Senior Yemeni leaders abducted by Houthi militias

Followers of the Houthi movement raise their rifles as they shout slogans against the Saudi-led air strikes in Sanaa.

Followers of the Houthi movement raise their rifles as they shout slogans against the Saudi-led air strikes in Sanaa.


Yemeni Houthi militias, making an aggressive bid for power in the impoverished Gulf state, arrested more than a hundred members from a rival Islamist Sunni political party, including two leaders, the party said in a statement Sunday.

The Islah party, the Muslim Brotherhood’s branch in Yemen and a traditional power player in Yemen, had declared its support for the Saudi-led coalition bombing campaign against the rebels and their allies. The Houthis have been joined by security forces loyal to deposed leader Ali Abdullah Saleh – whose loyalists control elite forces and large combat units in Yemen’s military.

The Saudi-led campaign in its 11th day aims to thwart the advances of the rebels, who took over the capital Sanaa in September and eventually forced President Abdrabbu Mansour Hadi to flee to Aden, Yemen‘s second largest city in the south, after putting him under house arrest. The combined force of Houthis and Saleh loyalists is seeking to tighten their hold on this nation of 25 million on Saudi Arabia’s southern border.

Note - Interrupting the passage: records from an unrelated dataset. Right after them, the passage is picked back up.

import type { SqlEntityManager } from '@mikro-orm/sqlite';
import type { Logger } from 'pino';
import type { Orm } from '#server/database.ts';
import { claimJob, isQueued, keepClaim, settleDone, settleGivenUp, settleLater, type Claim } from './claims.ts';
import type { JobHandler, JobHandlers } from './handler.ts';
import { queueJob } from './queue.ts';

export interface JobParts {
  readonly orm: Orm;
  readonly log: Logger;
  readonly now: () => Date;
}

export interface JobPace {
  /** How often the queue is looked at. */
  readonly pollMs: number;
  /** Wait before the second attempt; doubled for each one after. */
  readonly retryMs: number;
  readonly longestRetryMs: number;
  readonly attempts: number;
  /** A holder that has said nothing for this long is taken for dead. */
  readonly staleMs: number;
}

// common practice, no source: eight attempts are spread over about an hour
const usualPace: JobPace = { pollMs: 1000, retryMs: 30_000, longestRetryMs: 3_600_000, attempts: 8, staleMs: 120_000 };

export interface JobRunner {
  /** Takes no more work and waits for what is being done. */
  stop(): Promise<void>;
  /** Comes back when nothing that is due is left. */
  idle(): Promise<void>;
}

/** Does the queued work one job at a time, for as long as the server runs. Knows no feature. */
export function startJobs(parts: JobParts, handlers: JobHandlers, pace: JobPace = usualPace): JobRunner {
  const stopping = new AbortController();
  const { signal } = stopping;
  let timer: NodeJS.Timeout | undefined;
  let round: Promise<void> | null = null;
  let recurringQueued = false;

  async function rounds(): Promise<void> {
    try {
      if (!recurringQueued) await queueRecurring(parts, handlers);
      recurringQueued = true;
      while (!signal.aborted && (await nextJob(parts, handlers, pace, signal)));
    } catch (error) {
      parts.log.error({ err: error }, 'the job queue could not be read');
    }
  }
  function work(): Promise<void> {
    clearTimeout(timer);
    round ??= rounds().finally(() => {
      round = null;
      if (!signal.aborted) timer = setTimeout(() => void work(), pace.pollMs).unref();
    });
    return round;
  }

  void work();
  return {
    async stop() {
      stopping.abort();
      clearTimeout(timer);
      await round;
    },
    async idle() {
      // what was queued while a round was ending is seen by the one after it
      await round;
      await work();
    },
  };
}

async function queueRecurring({ orm, now }: JobParts, handlers: JobHandlers): Promise<void> {
  await orm.em.fork().transactional(async (em) => {
    for (const [kind, { everyMs }] of Object.entries(handlers)) {
      if (everyMs !== undefined && !(await isQueued(em, kind))) queueJob(em, kind, {}, now());
    }
  });
}

async function nextJob(parts: JobParts, handlers: JobHandlers, pace: JobPace, signal: AbortSignal): Promise<boolean> {
  const now = parts.now();
  const claim = await claimJob(parts.orm.em.fork(), Object.keys(handlers), now, new Date(now.getTime() - pace.staleMs));
  const handler = claim && handlers[claim.kind];
  if (!claim || !handler) return false;
  const failure = await attempt(parts, handler, claim, pace, signal);
  await parts.orm.em.fork().transactional((em) => settle(em, parts, handler, claim, failure, pace, signal));
  return true;
}

/** Does the work; gives back why it failed, or nothing. */
async function attempt(parts: JobParts, handler: JobHandler, claim: Claim, pace: JobPace, signal: AbortSignal): Promise<string | null> {
  if (claim.attempt > pace.attempts) return 'The server stopped each time this was being done.';
  const heartbeat = setInterval(() => {
    keepClaim(parts.orm.em.fork(), claim, parts.now()).catch((error: unknown) => parts.log.warn({ err: error, job: claim.id }, 'a claim could not be kept'));
  }, pace.staleMs / 4);
  try {
    await handler.run(claim.payload, { id: claim.id, attempt: claim.attempt, signal });
    return null;
  } catch (error) {
    parts.log.error({ err: error, job: claim.id, kind: claim.kind, attempt: claim.attempt }, 'a job failed');
    return error instanceof Error ? error.message : String(error);
  } finally {
    clearInterval(heartbeat);
  }
}

async function settle(em: SqlEntityManager, parts: JobParts, handler: JobHandler, claim: Claim, failure: string | null, pace: JobPace, signal: AbortSignal): Promise<void> {
  const now = parts.now();
  if (failure !== null && claim.attempt < pace.attempts) {
    // what was cut short by the stop goes first after the start
    const wait = signal.aborted ? 0 : Math.min(pace.longestRetryMs, pace.retryMs * 2 ** (claim.attempt - 1));
    await settleLater(em, claim, new Date(now.getTime() + wait), failure);
    return;
  }
  const ours = failure === null ? await settleDone(em, claim, now) : await settleGivenUp(em, claim, now, failure);
  if (ours && handler.everyMs !== undefined) queueJob(em, claim.kind, {}, new Date(now.getTime() + handler.everyMs));
}
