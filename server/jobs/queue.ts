import type { SqlEntityManager } from '@mikro-orm/sqlite';
import { Job } from '#server/entities/index.ts';

/** Writes down work for later, in the same flush as its cause: both are kept or neither is. */
export function queueJob(em: SqlEntityManager, kind: string, payload: Readonly<Record<string, unknown>> = {}, runAt: Date = new Date()): void {
  em.persist(em.create(Job, { kind, payload: { ...payload }, runAt }));
}
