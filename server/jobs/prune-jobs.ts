import { Job } from '#server/entities/index.ts';
import type { JobHandlers } from './handler.ts';
import type { JobParts } from './runner.ts';

const dayMs = 86_400_000;
/** Long enough to look back at what a week did; common practice, no source. */
const keptForMs = 7 * dayMs;

/** Work that was done goes after a while. What was given up stays: somebody has to look at it. */
export function jobsPruning({ orm, now }: Pick<JobParts, 'orm' | 'now'>): JobHandlers {
  return {
    'prune-jobs': {
      everyMs: dayMs,
      run: async () => {
        await orm.em.fork().nativeDelete(Job, { doneAt: { $lt: new Date(now().getTime() - keptForMs) } });
      },
    },
  };
}
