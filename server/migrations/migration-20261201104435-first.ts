import { Migration } from '@mikro-orm/migrations';
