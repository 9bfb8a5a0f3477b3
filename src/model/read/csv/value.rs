//! What a cell says, as a TOML value.

use std::borrow::Cow;

use toml::de::DeValue;

use super::cells::Cell;
use super::columns::Holds;
use super::header::Column;
use crate::model::read::findings::{Findings, shown};

/// The key and the value in a cell that is not empty; `None` where it holds a name, or, with a fault added, nothing that can be meant.
pub(super) fn of<'a>(
    column: &Column<'a>,
    cell: &Cell<'a>,
    findings: &mut Findings,
) -> Option<(&'static str, DeValue<'a>)> {
    match column.holds {
        Some(Holds::Text(key)) => Some((key, DeValue::String(cell.text.clone()))),
        Some(Holds::Flag(key)) => flag(key, cell, findings).map(|flag| (key, DeValue::Boolean(flag))),
        Some(Holds::Value(key) | Holds::Number(key)) => number(key, cell, findings).map(|number| (key, number)),
        Some(Holds::Name | Holds::Other) => None,
        None if column.word.is_empty() => {
            let message = "this cell stands in a column without a name".to_owned();
            findings.add(&cell.span, "no-column", message, "name the column in the first row, or empty the cell");
            None
        }
        None => None,
    }
}

fn flag(key: &str, cell: &Cell<'_>, findings: &mut Findings) -> Option<bool> {
    // Spreadsheets write them in capitals.
    let found =
        [true, false].into_iter().find(|flag| cell.text.eq_ignore_ascii_case(if *flag { "true" } else { "false" }));
    if found.is_none() {
        let message = format!("`{key}` must be true or false, not `{}`", shown(&cell.text));
        findings.add(&cell.span, "wrong-type", message, "write true, or leave the cell empty");
    }
    found
}

fn number<'a>(key: &str, cell: &Cell<'a>, findings: &mut Findings) -> Option<DeValue<'a>> {
    let parsed = match &cell.text {
        Cow::Borrowed(text) => parsed(text),
        // It holds a quote.
        Cow::Owned(_) => None,
    };
    if parsed.is_none() {
        let message = format!("`{key}` must be a number, not `{}`", shown(&cell.text));
        findings.add(&cell.span, "wrong-type", message, cure(&cell.text));
    }
    parsed
}

/// The number that a text spells as TOML spells numbers.
fn parsed(text: &str) -> Option<DeValue<'_>> {
    let begins = text.starts_with(|first: char| first.is_ascii_digit() || matches!(first, '+' | '-' | 'i' | 'n'));
    let value = begins.then(|| DeValue::parse(text).ok())??.into_inner();
    matches!(value, DeValue::Integer(_) | DeValue::Float(_)).then_some(value)
}

/// What would make a number of a text.
fn cure(text: &str) -> String {
    let bare: String = text.chars().filter(|sign| !sign.is_whitespace() && !matches!(sign, '\'' | '_')).collect();
    let candidate = match bare.matches(',').count() {
        0 if bare.starts_with('.') => format!("0{bare}"),
        0 if bare.starts_with('0') => bare.trim_start_matches('0').to_owned(),
        0 => bare,
        // One comma is a decimal one, or marks thousands: only the writer knows. Several mark thousands.
        1 => bare.replace(',', "."),
        _ => bare.replace(',', ""),
    };
    match Some(candidate).filter(|candidate| parsed(candidate).is_some()) {
        Some(candidate) => format!("write {}: a decimal point, and no marks or blanks within", shown(&candidate)),
        None => "a number stands without its unit, such as 168 or 0.02".to_owned(),
    }
}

The overnight arrest campaign rounded up leading members of the Islah party, Mohammed Qahtan and Hassan al-Yaeri, along with more than 120 others, the group said in a statement on its website.

Targeted

Coalition officials accuse the Houthis of hiding among civilians. Saudi military spokesman Ahmed Asiri said during Sunday’s briefing that jets targeted weapons and convoy supplies of Houthi militias heading toward Aden in the last 24 hours.

Meanwhile, fierce fighting in Aden continued between the Houthis and allied forces and popular committees loyal to Hadi. The rebels are making a push on the neighborhood in Aden that houses the presidential palace and the local television station.

Critics of the Houthis allege that the rebels are proxies for regional Shiite powerhouse Iran. Tehran has supplied the rebels with some logistical aid and supplies, but strongly denies any military support.

Al-Qaeda in the Arabian Peninsula, considered among the most active and dangerous branch of global militant organization, has benefited from Yemen’s political crisis. On Thursday, al-Qaeda militants overran Mukalla, a major port city in southern Yemen and the provincial capital of the country’s largest province, Hadramawt, seizing government buildings and freeing inmates from a prison, including a top militant leader.

The militants consolidated their hold on the city on Friday, capturing its port and a major army base, facing little resistance from the soldiers who fled.